• ACTION ITEM:
Return only the stretch of the material below that begins with the line containing "const n = y.length;" and ends with the line containing "const vy = eig.eigenvectorMatrix.get(1, smallest);", exactly; both of those lines belong to it.

• RECORDS FOR THE EXERCISE:
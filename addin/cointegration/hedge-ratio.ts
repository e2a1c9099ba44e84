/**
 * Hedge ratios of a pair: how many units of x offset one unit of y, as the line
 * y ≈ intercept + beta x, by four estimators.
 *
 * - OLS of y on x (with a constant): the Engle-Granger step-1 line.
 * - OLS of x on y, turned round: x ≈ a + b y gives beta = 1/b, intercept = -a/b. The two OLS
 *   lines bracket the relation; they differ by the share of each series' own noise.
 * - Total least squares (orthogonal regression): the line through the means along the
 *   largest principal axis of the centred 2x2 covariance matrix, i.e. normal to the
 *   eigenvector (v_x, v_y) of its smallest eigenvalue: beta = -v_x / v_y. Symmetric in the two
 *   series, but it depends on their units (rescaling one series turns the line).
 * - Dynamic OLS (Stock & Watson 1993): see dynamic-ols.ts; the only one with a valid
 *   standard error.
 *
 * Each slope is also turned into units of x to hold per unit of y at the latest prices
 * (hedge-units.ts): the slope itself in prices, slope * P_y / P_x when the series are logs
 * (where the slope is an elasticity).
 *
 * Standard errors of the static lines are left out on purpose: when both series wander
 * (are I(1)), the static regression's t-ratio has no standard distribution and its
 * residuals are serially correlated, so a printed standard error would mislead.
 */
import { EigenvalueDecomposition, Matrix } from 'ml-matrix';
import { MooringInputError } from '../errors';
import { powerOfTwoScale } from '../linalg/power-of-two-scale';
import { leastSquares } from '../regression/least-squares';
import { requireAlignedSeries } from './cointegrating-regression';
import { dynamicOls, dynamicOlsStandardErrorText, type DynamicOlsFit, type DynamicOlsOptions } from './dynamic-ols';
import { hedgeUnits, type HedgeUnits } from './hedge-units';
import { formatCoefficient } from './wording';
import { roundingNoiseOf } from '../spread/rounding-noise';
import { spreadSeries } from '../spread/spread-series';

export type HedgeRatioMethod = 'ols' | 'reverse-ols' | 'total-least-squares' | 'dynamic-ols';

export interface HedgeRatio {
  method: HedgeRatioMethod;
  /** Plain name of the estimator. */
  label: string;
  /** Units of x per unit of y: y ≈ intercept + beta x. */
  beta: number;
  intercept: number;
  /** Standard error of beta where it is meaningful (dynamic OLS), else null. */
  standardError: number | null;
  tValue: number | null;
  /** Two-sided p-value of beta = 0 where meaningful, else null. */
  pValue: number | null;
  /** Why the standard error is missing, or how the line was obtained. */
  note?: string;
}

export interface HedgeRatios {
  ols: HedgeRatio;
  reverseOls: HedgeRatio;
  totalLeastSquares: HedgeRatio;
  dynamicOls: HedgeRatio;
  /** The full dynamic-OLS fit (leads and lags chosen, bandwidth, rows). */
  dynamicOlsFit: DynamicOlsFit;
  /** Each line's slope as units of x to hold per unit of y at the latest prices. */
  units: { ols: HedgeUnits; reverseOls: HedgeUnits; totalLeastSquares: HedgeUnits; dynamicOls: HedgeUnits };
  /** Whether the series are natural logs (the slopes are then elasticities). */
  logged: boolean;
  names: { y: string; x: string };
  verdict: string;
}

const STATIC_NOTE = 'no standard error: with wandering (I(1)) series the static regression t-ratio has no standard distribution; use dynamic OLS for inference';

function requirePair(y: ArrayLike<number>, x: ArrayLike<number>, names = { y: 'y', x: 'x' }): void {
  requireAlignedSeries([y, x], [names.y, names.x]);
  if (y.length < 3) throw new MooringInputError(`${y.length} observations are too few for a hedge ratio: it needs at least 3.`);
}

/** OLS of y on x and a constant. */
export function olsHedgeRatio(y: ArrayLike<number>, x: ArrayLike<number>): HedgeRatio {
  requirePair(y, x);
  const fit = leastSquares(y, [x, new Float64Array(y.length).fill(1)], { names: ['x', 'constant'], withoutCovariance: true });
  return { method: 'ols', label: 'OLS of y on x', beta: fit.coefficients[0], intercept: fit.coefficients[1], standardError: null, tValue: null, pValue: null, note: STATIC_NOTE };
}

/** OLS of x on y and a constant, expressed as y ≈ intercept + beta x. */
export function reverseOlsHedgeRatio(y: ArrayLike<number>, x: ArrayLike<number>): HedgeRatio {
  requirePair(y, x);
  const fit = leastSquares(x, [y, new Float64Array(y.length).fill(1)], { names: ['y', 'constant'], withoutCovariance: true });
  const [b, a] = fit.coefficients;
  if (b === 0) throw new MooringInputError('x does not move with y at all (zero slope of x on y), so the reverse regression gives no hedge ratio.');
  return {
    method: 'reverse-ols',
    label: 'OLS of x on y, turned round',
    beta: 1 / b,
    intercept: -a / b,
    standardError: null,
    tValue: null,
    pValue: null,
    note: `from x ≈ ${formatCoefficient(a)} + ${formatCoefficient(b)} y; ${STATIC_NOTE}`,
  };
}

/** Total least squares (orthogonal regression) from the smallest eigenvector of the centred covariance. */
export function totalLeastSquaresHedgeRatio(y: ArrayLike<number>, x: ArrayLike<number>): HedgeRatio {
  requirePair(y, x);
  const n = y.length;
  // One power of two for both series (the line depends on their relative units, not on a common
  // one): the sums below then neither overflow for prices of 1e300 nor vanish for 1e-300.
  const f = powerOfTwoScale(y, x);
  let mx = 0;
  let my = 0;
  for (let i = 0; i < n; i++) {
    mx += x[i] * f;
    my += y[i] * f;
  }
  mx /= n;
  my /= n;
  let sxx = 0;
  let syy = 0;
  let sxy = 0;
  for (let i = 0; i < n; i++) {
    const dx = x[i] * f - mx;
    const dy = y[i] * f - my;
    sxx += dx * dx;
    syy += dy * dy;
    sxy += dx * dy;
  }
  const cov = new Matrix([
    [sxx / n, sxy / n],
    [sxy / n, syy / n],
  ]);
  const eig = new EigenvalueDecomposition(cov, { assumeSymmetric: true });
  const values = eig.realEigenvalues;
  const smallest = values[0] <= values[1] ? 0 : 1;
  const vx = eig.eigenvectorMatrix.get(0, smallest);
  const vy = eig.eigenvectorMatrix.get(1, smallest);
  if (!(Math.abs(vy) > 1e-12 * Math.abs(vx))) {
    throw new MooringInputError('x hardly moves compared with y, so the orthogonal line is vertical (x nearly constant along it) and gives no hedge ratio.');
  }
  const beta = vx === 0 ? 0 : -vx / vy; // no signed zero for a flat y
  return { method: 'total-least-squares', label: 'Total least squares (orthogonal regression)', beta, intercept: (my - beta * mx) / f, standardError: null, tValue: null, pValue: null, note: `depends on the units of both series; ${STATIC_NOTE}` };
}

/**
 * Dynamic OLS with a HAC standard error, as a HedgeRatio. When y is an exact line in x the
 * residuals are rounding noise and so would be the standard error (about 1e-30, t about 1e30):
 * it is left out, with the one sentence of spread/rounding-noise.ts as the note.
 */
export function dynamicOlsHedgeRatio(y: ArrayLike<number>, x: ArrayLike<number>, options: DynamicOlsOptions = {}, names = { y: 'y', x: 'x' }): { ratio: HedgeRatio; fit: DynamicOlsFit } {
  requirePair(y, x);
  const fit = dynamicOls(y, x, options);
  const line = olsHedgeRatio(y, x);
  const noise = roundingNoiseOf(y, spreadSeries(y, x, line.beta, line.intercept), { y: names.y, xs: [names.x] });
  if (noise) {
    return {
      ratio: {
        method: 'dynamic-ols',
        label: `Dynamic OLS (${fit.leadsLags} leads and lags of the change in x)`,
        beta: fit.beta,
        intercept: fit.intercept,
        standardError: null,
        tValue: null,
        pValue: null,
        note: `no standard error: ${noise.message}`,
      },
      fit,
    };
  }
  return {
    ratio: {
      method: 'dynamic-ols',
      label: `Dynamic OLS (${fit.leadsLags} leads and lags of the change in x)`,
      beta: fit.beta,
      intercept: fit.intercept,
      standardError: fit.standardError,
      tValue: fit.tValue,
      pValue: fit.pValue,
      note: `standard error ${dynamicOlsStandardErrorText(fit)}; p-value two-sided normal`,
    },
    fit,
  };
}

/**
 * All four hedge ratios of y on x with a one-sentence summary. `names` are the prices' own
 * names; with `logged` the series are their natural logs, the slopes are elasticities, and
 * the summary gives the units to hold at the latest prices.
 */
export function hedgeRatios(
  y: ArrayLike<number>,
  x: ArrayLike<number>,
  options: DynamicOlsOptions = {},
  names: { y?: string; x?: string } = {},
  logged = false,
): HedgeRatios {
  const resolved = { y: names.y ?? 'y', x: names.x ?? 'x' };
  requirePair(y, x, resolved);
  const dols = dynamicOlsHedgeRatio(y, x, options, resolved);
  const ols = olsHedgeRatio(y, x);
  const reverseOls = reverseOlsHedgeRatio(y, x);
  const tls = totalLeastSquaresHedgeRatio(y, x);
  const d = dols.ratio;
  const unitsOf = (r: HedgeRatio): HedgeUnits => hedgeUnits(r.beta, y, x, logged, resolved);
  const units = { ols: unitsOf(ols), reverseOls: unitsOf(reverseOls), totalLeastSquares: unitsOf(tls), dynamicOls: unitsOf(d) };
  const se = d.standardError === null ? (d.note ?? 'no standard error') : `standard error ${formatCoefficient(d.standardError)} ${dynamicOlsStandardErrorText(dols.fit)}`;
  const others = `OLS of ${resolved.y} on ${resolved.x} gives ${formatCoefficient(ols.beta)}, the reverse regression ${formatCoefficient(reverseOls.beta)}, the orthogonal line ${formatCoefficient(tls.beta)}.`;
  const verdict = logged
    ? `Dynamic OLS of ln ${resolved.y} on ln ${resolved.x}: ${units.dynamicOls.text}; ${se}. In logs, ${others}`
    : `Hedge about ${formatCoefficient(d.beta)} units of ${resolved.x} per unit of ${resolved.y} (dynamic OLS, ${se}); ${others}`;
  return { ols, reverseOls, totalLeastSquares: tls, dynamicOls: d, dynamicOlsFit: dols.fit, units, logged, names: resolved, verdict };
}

...

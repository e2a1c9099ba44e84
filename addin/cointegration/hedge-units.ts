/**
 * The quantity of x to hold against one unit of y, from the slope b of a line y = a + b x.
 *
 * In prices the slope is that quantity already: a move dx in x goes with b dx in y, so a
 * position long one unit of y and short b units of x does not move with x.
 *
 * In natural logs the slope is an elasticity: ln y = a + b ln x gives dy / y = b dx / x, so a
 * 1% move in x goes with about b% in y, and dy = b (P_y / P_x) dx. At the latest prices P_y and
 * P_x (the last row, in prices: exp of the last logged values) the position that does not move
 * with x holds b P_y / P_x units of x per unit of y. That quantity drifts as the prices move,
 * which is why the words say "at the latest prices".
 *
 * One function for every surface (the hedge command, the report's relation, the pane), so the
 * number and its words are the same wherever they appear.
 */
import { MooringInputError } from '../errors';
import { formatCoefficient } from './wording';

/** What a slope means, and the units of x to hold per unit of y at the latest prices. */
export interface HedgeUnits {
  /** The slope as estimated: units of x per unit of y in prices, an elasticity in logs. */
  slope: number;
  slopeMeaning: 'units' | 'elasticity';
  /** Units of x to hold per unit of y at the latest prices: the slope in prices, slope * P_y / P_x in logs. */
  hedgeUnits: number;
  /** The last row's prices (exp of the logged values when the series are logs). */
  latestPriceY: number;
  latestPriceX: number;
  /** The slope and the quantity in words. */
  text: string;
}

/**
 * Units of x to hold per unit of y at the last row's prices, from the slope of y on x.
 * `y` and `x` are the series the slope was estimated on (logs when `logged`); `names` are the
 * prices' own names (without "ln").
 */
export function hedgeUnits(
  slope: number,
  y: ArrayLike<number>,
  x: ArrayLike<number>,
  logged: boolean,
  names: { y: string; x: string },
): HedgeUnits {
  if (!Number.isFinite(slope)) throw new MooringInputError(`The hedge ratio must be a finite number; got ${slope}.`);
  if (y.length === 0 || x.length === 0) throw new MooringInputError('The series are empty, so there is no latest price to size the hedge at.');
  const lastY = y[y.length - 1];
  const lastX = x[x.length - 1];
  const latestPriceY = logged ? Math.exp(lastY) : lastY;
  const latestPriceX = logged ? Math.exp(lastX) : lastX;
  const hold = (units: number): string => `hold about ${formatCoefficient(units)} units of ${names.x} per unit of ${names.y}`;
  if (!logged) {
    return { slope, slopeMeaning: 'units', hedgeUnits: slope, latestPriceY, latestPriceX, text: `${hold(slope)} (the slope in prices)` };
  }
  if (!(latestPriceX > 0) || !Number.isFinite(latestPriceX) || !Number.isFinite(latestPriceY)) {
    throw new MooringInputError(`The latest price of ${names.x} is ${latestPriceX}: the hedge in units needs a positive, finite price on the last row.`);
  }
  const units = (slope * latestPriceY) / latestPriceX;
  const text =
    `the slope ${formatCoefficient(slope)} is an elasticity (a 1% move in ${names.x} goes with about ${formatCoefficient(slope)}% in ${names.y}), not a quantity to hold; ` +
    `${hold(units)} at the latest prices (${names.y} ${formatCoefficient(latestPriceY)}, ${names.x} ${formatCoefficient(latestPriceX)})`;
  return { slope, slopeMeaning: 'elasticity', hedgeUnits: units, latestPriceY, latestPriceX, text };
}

• EXERCISE SOLUTION:
  const n = y.length;
  // One power of two for both series (the line depends on their relative units, not on a common
  // one): the sums below then neither overflow for prices of 1e300 nor vanish for 1e-300.
  const f = powerOfTwoScale(y, x);
  let mx = 0;
  let my = 0;
  for (let i = 0; i < n; i++) {
    mx += x[i] * f;
    my += y[i] * f;
  }
  mx /= n;
  my /= n;
  let sxx = 0;
  let syy = 0;
  let sxy = 0;
  for (let i = 0; i < n; i++) {
    const dx = x[i] * f - mx;
    const dy = y[i] * f - my;
    sxx += dx * dx;
    syy += dy * dy;
    sxy += dx * dy;
  }
  const cov = new Matrix([
    [sxx / n, sxy / n],
    [sxy / n, syy / n],
  ]);
  const eig = new EigenvalueDecomposition(cov, { assumeSymmetric: true });
  const values = eig.realEigenvalues;
  const smallest = values[0] <= values[1] ? 0 : 1;
  const vx = eig.eigenvectorMatrix.get(0, smallest);
  const vy = eig.eigenvectorMatrix.get(1, smallest);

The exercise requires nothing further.